# locked, loaded, and LAUNCHED!!



## n00b (Jul 18, 2011)

who's it gonna be.. the world will know soon.. i sure hope the USPS can handle this....


----------



## StogieNinja (Jul 29, 2009)

opcorn:


----------



## Hannibal (Apr 22, 2011)

Should prove interesting!!!


----------



## n00b (Jul 18, 2011)

hrmmmggg.. exciting it is...


----------



## David_ESM (May 11, 2011)

I am gonna leave the topic of what the USPS can handle alone... :wink:

Tagged for outcome.


----------



## max gas (Apr 11, 2011)

Go get em Chris!

Can't wait to see who you destroy!

opcorn:


----------



## Beer Alchemist (Aug 17, 2011)

After last week I'm sure the USPS had to staff up and is now fully capable of handling any puff bomb sans the squids .


----------



## NoShhhSherlock (Mar 30, 2011)

What damage can a n00b cause? :dunno:


----------



## the_brain (May 1, 2011)

NoShhhSherlock said:


> What damage can a n00b cause? :dunno:


Being that he made a pilgrimage to shuckins' stash....


----------



## n00b (Jul 18, 2011)

NoShhhSherlock said:


> What damage can a n00b cause? :dunno:


very little.. :evil:


----------



## Oldmso54 (Jul 31, 2010)

Bombing is a very slippery slope too Chris. Enjoy and enjoy the addiction :dude:


----------



## Marlboro Cigars-cl (Feb 19, 2007)

opcorn:


----------



## socalocmatt (Dec 22, 2010)

mmuahahahahahahahaha. opcorn: 

This is gonna be good.


----------



## n00b (Jul 18, 2011)

socalocmatt said:


> mmuahahahahahahahaha. opcorn:
> 
> This is gonna be good.


:dude:

:dunno:

detonation tomorrow..


----------



## primetime76 (Feb 8, 2011)

You're a freakin penguin...like Happy Feet! Seriously, how bad can a bomb from Happy Feet be?!?!


----------



## n00b (Jul 18, 2011)

primetime76 said:


> You're a freakin penguin...like Happy Feet! Seriously, how bad can a bomb from Happy Feet be?!?!


none at all.. :chk


----------



## socalocmatt (Dec 22, 2010)

primetime76 said:


> You're a freakin penguin...like Happy Feet! Seriously, how bad can a bomb from Happy Feet be?!?!


LOL

Ohhh. I wouldnt underestimate the power of this bomb. Chris and I have been chatting and it's gonna be a slam dunk.


----------



## n00b (Jul 18, 2011)

socalocmatt said:


> lol
> 
> ohhh. I wouldnt underestimate the power of this bomb. Chris and i have been chatting and it's gonna be a slam dunk.

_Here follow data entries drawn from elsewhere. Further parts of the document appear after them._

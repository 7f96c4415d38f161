// SPDX-License-Identifier: Apache-2.0
/// @file
/// One supply state of any network as a grid of conductors: loops, several sources, transformers,
/// machines, electrodes. What a fault finds at each place, and what everything carries meanwhile.
#pragma once

#include <array>
#include <functional>
#include <string>
#include <utility>
#include <vector>

#include "solver/fault_loops.h"
#include "solver/faults.h"
#include "solver/grid.h"
#include "solver/topology.h"

namespace sunder::solver {

/// A place in the grid: a node, or a point of a run between two.
struct GridPlace {
  int node = -1;        ///< node of the grid; a board's handle is its node
  int run = -1;         ///< run of the grid; then `fraction` of one of its cables from the `from` end
  double fraction = 0;  ///< 0..1
  int in_parallel = 1;  ///< equal cables that the run stands for
  ConductorMatrix beyond = ConductorMatrix::Zero();  ///< a run that ends here, from the node on [ohm]
  models::ConductorSet have;                         ///< conductors at the place
  int board = -1;                                    ///< whose voltage and earthing hold there
};

/// What a run, a winding or a source of the network is in the grid.
struct GridPiece {
  std::string name;      ///< "S1", "T1 primary", "grid", "M1"
  std::string from, to;  ///< names of its ends
  const models::Device* device = nullptr;
  int run = -1;                              ///< of the grid
  int element = -1;                          ///< of the grid
  std::vector<int> terminals{};              ///< of the element: which of its currents are L1 L2 L3 N PE; -1: none
  double sign = 1;                           ///< of the element's currents, so that they flow from `from` to `to`
  std::vector<std::pair<int, int>> joins{};  ///< terminals it joins without impedance
};

class StateGrid {
 public:
  /// Precondition: tree.grid, check_topology is empty.
  /// @param with_motors  in the maximum; never in the minimum
  StateGrid(const models::Network& network, StateTree tree, Condition condition, bool with_motors = true);
  /// Views and pieces point into the network: it must outlive the grid.
  StateGrid(StateGrid&&) = default;
  StateGrid(const StateGrid&) = delete;
  StateGrid& operator=(const StateGrid&) = delete;
  StateGrid& operator=(StateGrid&&) = delete;
  ~StateGrid() = default;

  /// The governing current of a fault at a place: greatest line current in the maximum, least in the
  /// minimum, over the equivalent choices of lines and over what the sources leave open.
  /// @param through  resistance of the fault itself [ohm]
  [[nodiscard]] FaultCurrent current(const GridPlace& place, Fault fault, double through = 0) const;

  /// Greatest |Z| of the loop between two conductors of a place over what the sources leave open [ohm].
  [[nodiscard]] double loop_ohms(const GridPlace& place, models::Conductor a, models::Conductor b) const;

  /// The board whose protective bar is the main earthing terminal of the part that a board is in: where its
  /// first star point is joined to it; the board itself where none is.
  [[nodiscard]] int main_board(int board) const;

  /// Where a board, the far end of a circuit, or a place along a submain is.
  [[nodiscard]] GridPlace at_board(int board) const;
  [[nodiscard]] GridPlace at_circuit(int circuit, CircuitEnd end) const;
  [[nodiscard]] GridPlace along_submain(int submain, double fraction) const;

  /// The fault that `current` found, with what flows everywhere.
  struct Flow {
    FaultCurrent current;
    Eigen::Matrix<Complex, 5, 1> into_fault = Eigen::Matrix<Complex, 5, 1>::Zero();
    std::vector<Complex> potentials;                   ///< by terminal of the grid [V]
    std::vector<Eigen::Matrix<Complex, 5, 1>> pieces;  ///< of each piece [A]
    double imbalance = 0;                              ///< greatest current left over at a terminal [1]
    std::string undefined;                             ///< links whose shares are not defined, "" if none
    // Of a fault at two places: the line of each (0..2) and the current from it into its PE.
    std::array<int, 2> pair_lines{-1, -1};
    std::array<Complex, 2> pair_amps{};
  };
  [[nodiscard]] Flow flow(const GridPlace& place, Fault fault, double through = 0) const;
  /// A line to PE at each of two places, two lines of the three: two loops that share the network where each is
  /// closed by itself (driven by c U0), one loop through both where nothing closes them (IT; driven by c U).
  [[nodiscard]] Flow flow_between(const GridPlace& a, const GridPlace& b, double through = 0) const;

  /// What the declared loops of supplies may add to every potential against reference earth, were all of
  /// them in the return instead of the line [V]: the sum of |I star| |Z| over supplies (TT aside, whose star
  /// is no part of the protective conductor).
  [[nodiscard]] double volts_of_returns(const Flow& flow) const;

  /// Potential of the protective conductor at the place of the fault itself [V].
  [[nodiscard]] Complex protective_potential(const GridPlace& place, const Flow& flow, Complex into_protective) const;

  /// What inverters alone deliver at a board, stage by stage; empty where another source feeds it.
  [[nodiscard]] std::vector<models::Stage> stages(int board) const;

  [[nodiscard]] const std::vector<GridPiece>& pieces() const noexcept { return pieces_; }
  [[nodiscard]] const Grid& grid() const noexcept { return views_.front().grid; }
  /// What was taken where nothing is declared, a sentence each.
  [[nodiscard]] const std::vector<std::string>& taken() const noexcept { return taken_; }
  /// Sentence about a part that could not be solved, "" if all was.
  [[nodiscard]] const std::string& trouble() const noexcept { return trouble_; }

 private:
  /// What a source is in one view: impedances among its lines [ohm].
  struct SourceValue {
    ConductorMatrix series = ConductorMatrix::Zero();
    bool star_open = false;
  };
  /// One way to fill in what the sources leave open.
  struct View {
    Grid grid;
    std::vector<SourceValue> sources;
    double reactance = 1;  ///< factor on every reactance (the lower frequency of IEC 60909, method C)
  };
  struct SourcePlace {
    int source = -1;
    int node = -1;
    int element = -1;
    int star = Grid::kEarth;  ///< terminal
    bool alone = false;       ///< an inverter that is the only source of its part: no impedance of its own
  };
  /// A star point of a low-voltage source or transformer.
  struct Star {
    int node = -1;   ///< of the grid, where its terminals are
    int board = -1;  ///< that it feeds
    int index = 0;   ///< into sources or transformers
    bool of_transformer = false;
    bool brought_out = true;
  };
  /// The views that count for one kind of fault; each with its twin at the lower frequency in `slow`.
  struct Candidates {
    bool known = true;
    std::string needs;
    std::vector<int> views, slow;
  };
  /// Something that stays the same over the views but for its reactance.
  struct Passive {
    int element = -1;
    std::function<Eigen::MatrixXcd(double reactance)> y;
  };
  /// The governing choice of one fault.
  struct Governing {
    FaultCurrent current;
    int view = -1;
    const FaultLoops* loops = nullptr;
  };

  void find_parts();
  void add_runs();
  void add_links();
  void add_transformers();
  void add_sources();
  void add_motors();
  void add_earths();
  void connect_stars();
  void solve_views();
  [[nodiscard]] int view_for(const std::vector<SourceValue>& values, double reactance);
  void add_passive(std::vector<int> terminals, std::vector<int> groups, std::function<Eigen::MatrixXcd(double)> y);
  void add_piece_of_element(GridPiece piece, int element, std::vector<int> positions, double sign);
  [[nodiscard]] bool carries_zero(int part, int except) const;
  void spread_capacitance(const Star& star, const models::Transformer& transformer);
  void star_to_earth(int terminal, const models::StarPoint& star, double capacitance);
  [[nodiscard]] Eigen::MatrixXcd source_admittance(const SourcePlace& place, const SourceValue& value,
                                                   double reactance) const;
  /// Series matrix of one of the equal cables that a place's run stands for [ohm].
  [[nodiscard]] static ConductorMatrix one_cable(const Grid& grid, const GridPlace& place);
  [[nodiscard]] ConductorMatrix place_matrix(const View& view, const GridPlace& place) const;
  [[nodiscard]] std::string why_not(const GridPlace& place, Fault fault) const;
  [[nodiscard]] Governing govern(const GridPlace& place, Fault fault, double through) const;
  [[nodiscard]] double added_by_inverters(int board) const;
  [[nodiscard]] double limit_of_inverter(int board) const;
  [[nodiscard]] Flow trace(int view, const std::vector<Grid::Injection>& injections, const GridPlace* inside,
                           const Eigen::Matrix<Complex, 5, 1>& into_fault) const;
  [[nodiscard]] int terminal_of(int node, models::Conductor c) const { return Grid::terminal(node, c); }

  const models::Network& network_;
  const StateTree tree_;
  Condition condition_;
  bool with_motors_;
  Grid grid_;  ///< as built, before any view has set its values
  std::vector<GridPiece> pieces_;
  std::vector<int> run_of_submain_;
  std::vector<int> circuit_node_;  ///< of circuits at whose end a motor stands; -1: none
  std::vector<SourcePlace> sources_;
  std::vector<Star> star_nodes_;
  std::vector<int> part_;      ///< of each board: what cables and links connect
  std::vector<int> whole_;     ///< of each board: what transformers connect too
  std::vector<bool> earthed_;  ///< parts whose star point is at reference earth
  std::vector<Passive> passive_;
  std::vector<RunImpedance> impedances_;                ///< of the runs, at the network's frequency
  std::vector<std::pair<int, std::string>> no_return_;  ///< of a part: what would tell its zero sequence
  std::vector<std::pair<int, std::string>> followers_;  ///< of a whole that only followers feed: one of them
  std::vector<std::string> taken_;
  std::string trouble_;
  std::vector<View> views_;
  std::vector<Candidates> of_fault_;
};

/// Voltage that drives a fault at a board [V], of three lines and of two lines and earth that of one line.
[[nodiscard]] double driving_voltage_at(const models::Network& network, const StateTree& tree, int board,
                                        Condition condition, Fault fault) noexcept;

}  // namespace sunder::solver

shhhhhhhhhhhhhhhhhhhhhhhhhhhhh


----------



## primetime76 (Feb 8, 2011)

socalocmatt said:


> LOL
> 
> Ohhh. I wouldnt underestimate the power of this bomb. Chris and I have been chatting and it's gonna be a slam dunk.


Well then...I will take my ZK brothers advice and stay tuned!


----------



## socalocmatt (Dec 22, 2010)

n00b said:


> shhhhhhhhhhhhhhhhhhhhhhhhhhhhh












=


----------



## n00b (Jul 18, 2011)

hahahahaha


----------



## David_ESM (May 11, 2011)




----------



## primetime76 (Feb 8, 2011)

There is nobody that David can't make fun of with pictures...lol



David_ESM said:


>


----------



## socalocmatt (Dec 22, 2010)

LMAO. Very true. That is an awesome pic Dave.


----------



## David_ESM (May 11, 2011)

primetime76 said:


> There is nobody that David can't make fun of with pictures...lol


I do what I can.


----------



## anonobomber (Aug 29, 2011)

Subscribed. I can't wait to see who gets blown up!


----------



## k-morelli (Jun 22, 2011)

^ same here. can't wait to see the devastation


----------



## n00b (Jul 18, 2011)

Wont be long!!


----------



## n00b (Jul 18, 2011)

shows delivered.. MUAHAHAHAHAHAHAHHAH


----------



## socalocmatt (Dec 22, 2010)

The waiting game begins. Its the hardest part. tick tock tick tock.


----------



## n00b (Jul 18, 2011)

socalocmatt said:


> The waiting game begins. Its the hardest part. tick tock tick tock.


yeop


----------



## Belligerent_Cupcake (Oct 6, 2011)

Can't wait to see the devastation!


----------



## n00b (Jul 18, 2011)

it seems the package has been opened.. :>


----------



## socalocmatt (Dec 22, 2010)

[No message]


----------



## n00b (Jul 18, 2011)

yeop.. he has opened..he will post up pics later.. it was Shuckins.. for peeps following this thread..


----------



## shuckins (Jun 24, 2009)

crazy n00b is off his rocker...lol


----------



## n00b (Jul 18, 2011)

shuckins said:


> crazy n00b is off his rocker...lol


hehehhe


----------